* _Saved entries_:
○ ○ ○

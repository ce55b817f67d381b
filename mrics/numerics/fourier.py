"""The only file that calls an FFT.

Forward (image to k-space), orthonormal, along each transformed axis of length N:

    centred:     Y[k + N//2] = N**-0.5 * sum_n x[n] exp(-2 pi i k (n - N//2) / N)
    un-centred:  X[k mod N]  = N**-0.5 * sum_n x[n] exp(-2 pi i k n / N)

for k = -(N//2) ... N - N//2 - 1. Stored k-space is centred. Solvers hold k-space un-centred and
images in natural order, so a loop never shifts: :func:`uncentre` moves zero frequency to index 0
and multiplies by exp(-2 pi i k (N//2) / N), which has modulus one and leaves white noise white.
"""

from __future__ import annotations

from typing import Any

import numpy as np
import scipy  # scipy.fft loads on first use: a plan needs none
from numpy.typing import NDArray

from mrics.numerics.threads import threads

Array = NDArray[Any]
_PLANE = (-2, -1)


def centred_fft(image: Array, axes: tuple[int, ...] = _PLANE) -> Array:
    """Centred orthonormal transform of an image to k-space along ``axes``."""
    shifted = scipy.fft.ifftshift(image, axes)
    return scipy.fft.fftshift(
        scipy.fft.fftn(shifted, axes=axes, norm="ortho", workers=threads()), axes
    )


def centred_ifft(kspace: Array, axes: tuple[int, ...] = _PLANE) -> Array:
    """Centred orthonormal transform of k-space to an image along ``axes``."""
    shifted = scipy.fft.ifftshift(kspace, axes)
    return scipy.fft.fftshift(
        scipy.fft.ifftn(shifted, axes=axes, norm="ortho", workers=threads()), axes
    )


def fft_planes(
    image: Array, overwrite: bool = False, workers: int = 1, axes: tuple[int, ...] = _PLANE
) -> Array:
    """Un-centred orthonormal transform of the last two axes; complex ``overwrite`` is in place."""
    return scipy.fft.fftn(image, axes=axes, norm="ortho", overwrite_x=overwrite, workers=workers)


def ifft_planes(
    kspace: Array, overwrite: bool = False, workers: int = 1, axes: tuple[int, ...] = _PLANE
) -> Array:
    """Inverse of :func:`fft_planes`."""
    return scipy.fft.ifftn(kspace, axes=axes, norm="ortho", overwrite_x=overwrite, workers=workers)


def centre_phase(length: int, dtype: Any = np.complex128) -> Array:
    """exp(-2 pi i k (N//2) / N) in un-centred order, exact +-1 for even N."""
    k = np.arange(length)
    k = np.where(k < length - length // 2, k, k - length)
    if length % 2 == 0:
        return np.where(k % 2 == 0, 1.0, -1.0).astype(dtype)
    turns = (k * (length // 2)) % length
    return np.exp(-2j * np.pi * turns / length).astype(dtype)


def uncentre(kspace: Array, axes: tuple[int, ...] = _PLANE) -> Array:
    """Centred k-space as the solvers hold it (see the module's formulas)."""
    out = scipy.fft.ifftshift(kspace, axes)
    return _times_phase(out, axes, conjugate=False)


def recentre(kspace: Array, axes: tuple[int, ...] = _PLANE) -> Array:
    """Inverse of :func:`uncentre`."""
    out = _times_phase(np.array(kspace), axes, conjugate=True)
    return scipy.fft.fftshift(out, axes)


def _times_phase(kspace: Array, axes: tuple[int, ...], conjugate: bool) -> Array:
    for axis in axes:
        phase = centre_phase(kspace.shape[axis], kspace.dtype)
        shape = [1] * kspace.ndim
        shape[axis] = -1
        kspace *= (np.conj(phase) if conjugate else phase).reshape(shape)
    return kspace


def circular_correlation(first: Array, second: Array, axis: int) -> Array:
    """Sum over all lines of first[n] second[n - s] along ``axis``, for s = 0 ... N-1 (real)."""
    others = tuple(a for a in range(first.ndim) if a != axis % first.ndim)
    length = first.shape[axis]
    one = scipy.fft.rfft(first, axis=axis, workers=threads())
    two = scipy.fft.rfft(second, axis=axis, workers=threads())
    return scipy.fft.irfft((one * np.conj(two)).sum(axis=others), length)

○ ○ ○

* _To do_:
Find each line in the data above with the word "turns", then copy it.

* _Answer to the problem_:
    turns = (k * (length // 2)) % length
    return np.exp(-2j * np.pi * turns / length).astype(dtype)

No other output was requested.